*** Opening INPUT ***

@dataclass(frozen=True)
class ModelEntry:
    """One row of the model registry.

    ``build(**options)`` makes the :class:`~fitcore.model.Model` (whose ``title``,
    formula, parameter descriptions and units are set where it is built, above);
    ``options`` are the options it accepts with their defaults; ``short`` is the
    short title for the window's model list (the closed list is narrow).
    """

    name: str
    build: Callable[..., Model]
    options: dict
    short: str


#: the model registry, in menu order. To add a model: write its builder above (a
#: Model with title, formula, jac, guess, descriptions, units) and add ONE row here;
#: tests/fitcore/test_models.py checks every row (jacobian, start values, a recovery fit).
MODELS: dict[str, ModelEntry] = {e.name: e for e in (
    ModelEntry("line", _line, {}, "Straight line"),
    ModelEntry("line_origin", _line_origin, {}, "Line through origin"),
    ModelEntry("poly2", lambda: _poly(2), {}, "Quadratic"),
    ModelEntry("poly3", lambda: _poly(3), {}, "Cubic"),
    ModelEntry("poly4", lambda: _poly(4), {}, "Quartic"),
    ModelEntry("poly5", lambda: _poly(5), {}, "Quintic"),
    ModelEntry("exp_decay", _exp_decay, {"rate": False}, "Exp. decay (time const.)"),
    ModelEntry("exp_decay_rate", lambda: _exp_decay(rate=True), {}, "Exp. decay (rate const.)"),
    ModelEntry("exp_rise", _exp_rise, {}, "Exp. rise to plateau"),
    ModelEntry("power_law", _power_law, {}, "Power law"),
    ModelEntry("michaelis_menten", _michaelis_menten, {}, "Michaelis-Menten"),
    ModelEntry("logistic4", _logistic4, {}, "4-parameter logistic"),
    ModelEntry("logistic5", _logistic5, {}, "5-parameter logistic"),
    ModelEntry("arrhenius", _arrhenius, {"t_ref": None}, "Arrhenius law"),
    ModelEntry("gauss_peak", _gauss_peak, {}, "Gaussian peak"),
    ModelEntry("lorentz_peak", _lorentz_peak, {}, "Lorentzian peak"),
)}
# name -> (builder, accepted options with defaults), read from the registry
_REGISTRY: dict[str, tuple[Callable[..., Model], dict]] = {
    n: (e.build, e.options) for n, e in MODELS.items()}


_ALIASES = {"polynomial": "polynomial", "poly1": "line", "linear": "line"}
_POLY_RE = re.compile(r"^poly(\d+)$")


def builtin_models() -> list[str]:
    """Names of the built-in models, in menu order.

    ``"polynomial"`` (with ``degree=``) and ``"polyN"`` for other degrees up to 10
    are accepted by :func:`get_model` too, but not listed.
    """
    return list(_REGISTRY)


def _normalise(name) -> str:
    if not isinstance(name, str):
        raise TypeError(f"a model name must be text, got {type(name).__name__}")
    return name.strip().lower()


def _is_known_name(key: str) -> bool:
    return key in _REGISTRY or key in _ALIASES or bool(_POLY_RE.match(key))


def get_model(name: str, **options) -> Model:
    """Build a built-in model by name.

    Parameters
    ----------
    name
        One of :func:`builtin_models`, or ``"polynomial"`` (needs ``degree``), or
        ``"polyN"`` with N from 1 to 10. Case and surrounding spaces do not matter.
    **options
        Model options: ``degree`` for ``"polynomial"``; ``rate=True`` for
        ``"exp_decay"`` (the rate-constant form ``A*exp(-k*x) + C``); ``t_ref``
        (a temperature in K) for ``"arrhenius"`` adds the derived rate constant there.

    Returns
    -------
    Model

    Raises
    ------
    ValueError
        Unknown name, or an option the model does not take.
    """
    key = _normalise(name)
    key = _ALIASES.get(key, key)
    if key == "polynomial":
        extra = set(options) - {"degree"}
        if extra:
            raise ValueError(f"model 'polynomial' takes only the option 'degree', "
                             f"not {', '.join(sorted(extra))}")
        if "degree" not in options:
            raise ValueError("model 'polynomial' needs a degree, e.g. "
                             "get_model('polynomial', degree=3)")
        return _polynomial(options["degree"])
    m = _POLY_RE.match(key)
    if m and key not in _REGISTRY:
        if options:
            raise ValueError(f"model {key!r} takes no options")
        return _polynomial(int(m.group(1)))
    if key not in _REGISTRY:
        raise ValueError(
            f"unknown model {name!r}; built-in models are: {', '.join(_REGISTRY)} "
            f"(and 'polynomial' with a degree)"
        )
    builder, accepted = _REGISTRY[key]
    extra = set(options) - set(accepted)
    if extra:
        takes = (f"only the option(s) {', '.join(sorted(accepted))}" if accepted
                 else "no options")
        raise ValueError(f"model {key!r} takes {takes}, not {', '.join(sorted(extra))}")
    kwargs = {k: options[k] for k in options}
    if key == "exp_decay":
        return _exp_decay(rate=bool(kwargs.get("rate", False)))
    return builder(**kwargs)


def _polynomial(degree) -> Model:
    try:
        d = int(degree)
        ok = d == degree
    except (TypeError, ValueError):
        ok = False
    if not ok or not 1 <= d <= _MAX_POLY_DEGREE:
        raise ValueError(f"polynomial degree must be a whole number from 1 to "
                         f"{_MAX_POLY_DEGREE}, got {degree!r}")
    if d == 1:
        return _line()
    return _poly(d)


def resolve_model(spec) -> Model:
    """Turn a model specification into a :class:`Model`.

    Parameters
    ----------
    spec
        A :class:`Model` (returned as is), a built-in name (see
        :func:`builtin_models`), or a formula string in Python expression syntax
        whose free names other than ``x`` are the parameters
        (``"a*exp(-x/tau) + c"``), handed to :func:`fitcore.formula.parse_formula`.

    Raises
    ------
    TypeError
        ``spec`` is neither a Model nor text.
    ValueError
        Empty text, or a formula that cannot be read (the formula module's own
        error, a ``ValueError``, says what is wrong).
    """
    if isinstance(spec, Model):
        return spec
    if not isinstance(spec, str):
        raise TypeError(
            f"a model must be a built-in name, a formula text or a fitcore.Model, "
            f"got {type(spec).__name__}"
        )
    key = spec.strip().lower()
    if not key:
        raise ValueError("the model is empty: give a built-in name or a formula")
    if _is_known_name(key):
        return get_model(key)
    try:
        from .formula import parse_formula  # here: the formula parser loads sympy
    except ImportError as exc:  # pragma: no cover - only while formula.py is missing
        raise ValueError(
            f"{spec!r} is not a built-in model ({', '.join(_REGISTRY)}), and formulas "
            f"cannot be read because the formula module is unavailable ({exc})"
        ) from None
    return parse_formula(spec)


def model_info(name: str, **options) -> dict:
    """Menu information on a built-in model.

    Returns
    -------
    dict
        ``name``, ``title``, ``formula``, ``linear`` (bool), ``params`` (list of
        dicts with ``name``, ``description``, ``unit``, ``lower``, ``upper``) and
        ``derived`` (list of dicts with ``name``, ``description``, ``unit``).
    """
    m = get_model(name, **options)
    return {
        "name": m.name,
        "title": m.title,
        "formula": m.formula,
        "linear": m.is_linear,
        "params": [
            {"name": n, "description": m.descriptions.get(n, ""),
             "unit": m.units.get(n, ""), "lower": lo, "upper": hi}
            for n, lo, hi in zip(m.param_names, m.lower, m.upper)
        ],
        "derived": [
            {"name": d.name, "description": d.description, "unit": d.unit}
            for d in m.derived
        ],
    }


def model_title(name: str, **options) -> str:
    """The full title of a built-in model (its name when it is not one)."""
    try:
        return get_model(name, **options).title or str(name)
    except (ValueError, TypeError):
        return str(name)


def model_short_title(name: str) -> str:
    """The short title of a built-in model for narrow lists (the full title, or the
    name, when the registry has no short one)."""
    e = MODELS.get(name) if isinstance(name, str) else None
    return e.short if e is not None else model_title(name)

*** Closing INPUT ***

ACTIVITY → The records above are to be duplicated in full and exactly.

EXERCISE OUTPUT →
@dataclass(frozen=True)
class ModelEntry:
    """One row of the model registry.

    ``build(**options)`` makes the :class:`~fitcore.model.Model` (whose ``title``,
    formula, parameter descriptions and units are set where it is built, above);
    ``options`` are the options it accepts with their defaults; ``short`` is the
    short title for the window's model list (the closed list is narrow).
    """

    name: str
    build: Callable[..., Model]
    options: dict
    short: str


#: the model registry, in menu order. To add a model: write its builder above (a
#: Model with title, formula, jac, guess, descriptions, units) and add ONE row here;
#: tests/fitcore/test_models.py checks every row (jacobian, start values, a recovery fit).
MODELS: dict[str, ModelEntry] = {e.name: e for e in (
    ModelEntry("line", _line, {}, "Straight line"),
    ModelEntry("line_origin", _line_origin, {}, "Line through origin"),
    ModelEntry("poly2", lambda: _poly(2), {}, "Quadratic"),
    ModelEntry("poly3", lambda: _poly(3), {}, "Cubic"),
    ModelEntry("poly4", lambda: _poly(4), {}, "Quartic"),
    ModelEntry("poly5", lambda: _poly(5), {}, "Quintic"),
    ModelEntry("exp_decay", _exp_decay, {"rate": False}, "Exp. decay (time const.)"),
    ModelEntry("exp_decay_rate", lambda: _exp_decay(rate=True), {}, "Exp. decay (rate const.)"),
    ModelEntry("exp_rise", _exp_rise, {}, "Exp. rise to plateau"),
    ModelEntry("power_law", _power_law, {}, "Power law"),
    ModelEntry("michaelis_menten", _michaelis_menten, {}, "Michaelis-Menten"),
    ModelEntry("logistic4", _logistic4, {}, "4-parameter logistic"),
    ModelEntry("logistic5", _logistic5, {}, "5-parameter logistic"),
    ModelEntry("arrhenius", _arrhenius, {"t_ref": None}, "Arrhenius law"),
    ModelEntry("gauss_peak", _gauss_peak, {}, "Gaussian peak"),
    ModelEntry("lorentz_peak", _lorentz_peak, {}, "Lorentzian peak"),
)}
# name -> (builder, accepted options with defaults), read from the registry
_REGISTRY: dict[str, tuple[Callable[..., Model], dict]] = {
    n: (e.build, e.options) for n, e in MODELS.items()}


_ALIASES = {"polynomial": "polynomial", "poly1": "line", "linear": "line"}
_POLY_RE = re.compile(r"^poly(\d+)$")


def builtin_models() -> list[str]:
    """Names of the built-in models, in menu order.

    ``"polynomial"`` (with ``degree=``) and ``"polyN"`` for other degrees up to 10
    are accepted by :func:`get_model` too, but not listed.
    """
    return list(_REGISTRY)


def _normalise(name) -> str:
    if not isinstance(name, str):
        raise TypeError(f"a model name must be text, got {type(name).__name__}")
    return name.strip().lower()


def _is_known_name(key: str) -> bool:
    return key in _REGISTRY or key in _ALIASES or bool(_POLY_RE.match(key))


def get_model(name: str, **options) -> Model:
    """Build a built-in model by name.

    Parameters
    ----------
    name
        One of :func:`builtin_models`, or ``"polynomial"`` (needs ``degree``), or
        ``"polyN"`` with N from 1 to 10. Case and surrounding spaces do not matter.
    **options
        Model options: ``degree`` for ``"polynomial"``; ``rate=True`` for
        ``"exp_decay"`` (the rate-constant form ``A*exp(-k*x) + C``); ``t_ref``
        (a temperature in K) for ``"arrhenius"`` adds the derived rate constant there.

    Returns
    -------
    Model

    Raises
    ------
    ValueError
        Unknown name, or an option the model does not take.
    """
    key = _normalise(name)
    key = _ALIASES.get(key, key)
    if key == "polynomial":
        extra = set(options) - {"degree"}
        if extra:
            raise ValueError(f"model 'polynomial' takes only the option 'degree', "
                             f"not {', '.join(sorted(extra))}")
        if "degree" not in options:
            raise ValueError("model 'polynomial' needs a degree, e.g. "
                             "get_model('polynomial', degree=3)")
        return _polynomial(options["degree"])
    m = _POLY_RE.match(key)
    if m and key not in _REGISTRY:
        if options:
            raise ValueError(f"model {key!r} takes no options")
        return _polynomial(int(m.group(1)))
    if key not in _REGISTRY:
        raise ValueError(
            f"unknown model {name!r}; built-in models are: {', '.join(_REGISTRY)} "
            f"(and 'polynomial' with a degree)"
        )
    builder, accepted = _REGISTRY[key]
    extra = set(options) - set(accepted)
    if extra:
        takes = (f"only the option(s) {', '.join(sorted(accepted))}" if accepted
                 else "no options")
        raise ValueError(f"model {key!r} takes {takes}, not {', '.join(sorted(extra))}")
    kwargs = {k: options[k] for k in options}
    if key == "exp_decay":
        return _exp_decay(rate=bool(kwargs.get("rate", False)))
    return builder(**kwargs)


def _polynomial(degree) -> Model:
    try:
        d = int(degree)
        ok = d == degree
    except (TypeError, ValueError):
        ok = False
    if not ok or not 1 <= d <= _MAX_POLY_DEGREE:
        raise ValueError(f"polynomial degree must be a whole number from 1 to "
                         f"{_MAX_POLY_DEGREE}, got {degree!r}")
    if d == 1:
        return _line()
    return _poly(d)


def resolve_model(spec) -> Model:
    """Turn a model specification into a :class:`Model`.

    Parameters
    ----------
    spec
        A :class:`Model` (returned as is), a built-in name (see
        :func:`builtin_models`), or a formula string in Python expression syntax
        whose free names other than ``x`` are the parameters
        (``"a*exp(-x/tau) + c"``), handed to :func:`fitcore.formula.parse_formula`.

    Raises
    ------
    TypeError
        ``spec`` is neither a Model nor text.
    ValueError
        Empty text, or a formula that cannot be read (the formula module's own
        error, a ``ValueError``, says what is wrong).
    """
    if isinstance(spec, Model):
        return spec
    if not isinstance(spec, str):
        raise TypeError(
            f"a model must be a built-in name, a formula text or a fitcore.Model, "
            f"got {type(spec).__name__}"
        )
    key = spec.strip().lower()
    if not key:
        raise ValueError("the model is empty: give a built-in name or a formula")
    if _is_known_name(key):
        return get_model(key)
    try:
        from .formula import parse_formula  # here: the formula parser loads sympy
    except ImportError as exc:  # pragma: no cover - only while formula.py is missing
        raise ValueError(
            f"{spec!r} is not a built-in model ({', '.join(_REGISTRY)}), and formulas "
            f"cannot be read because the formula module is unavailable ({exc})"
        ) from None
    return parse_formula(spec)


def model_info(name: str, **options) -> dict:
    """Menu information on a built-in model.

    Returns
    -------
    dict
        ``name``, ``title``, ``formula``, ``linear`` (bool), ``params`` (list of
        dicts with ``name``, ``description``, ``unit``, ``lower``, ``upper``) and
        ``derived`` (list of dicts with ``name``, ``description``, ``unit``).
    """
    m = get_model(name, **options)
    return {
        "name": m.name,
        "title": m.title,
        "formula": m.formula,
        "linear": m.is_linear,
        "params": [
            {"name": n, "description": m.descriptions.get(n, ""),
             "unit": m.units.get(n, ""), "lower": lo, "upper": hi}
            for n, lo, hi in zip(m.param_names, m.lower, m.upper)
        ],
        "derived": [
            {"name": d.name, "description": d.description, "unit": d.unit}
            for d in m.derived
        ],
    }


def model_title(name: str, **options) -> str:
    """The full title of a built-in model (its name when it is not one)."""
    try:
        return get_model(name, **options).title or str(name)
    except (ValueError, TypeError):
        return str(name)


def model_short_title(name: str) -> str:
    """The short title of a built-in model for narrow lists (the full title, or the
    name, when the registry has no short one)."""
    e = MODELS.get(name) if isinstance(name, str) else None
    return e.short if e is not None else model_title(name)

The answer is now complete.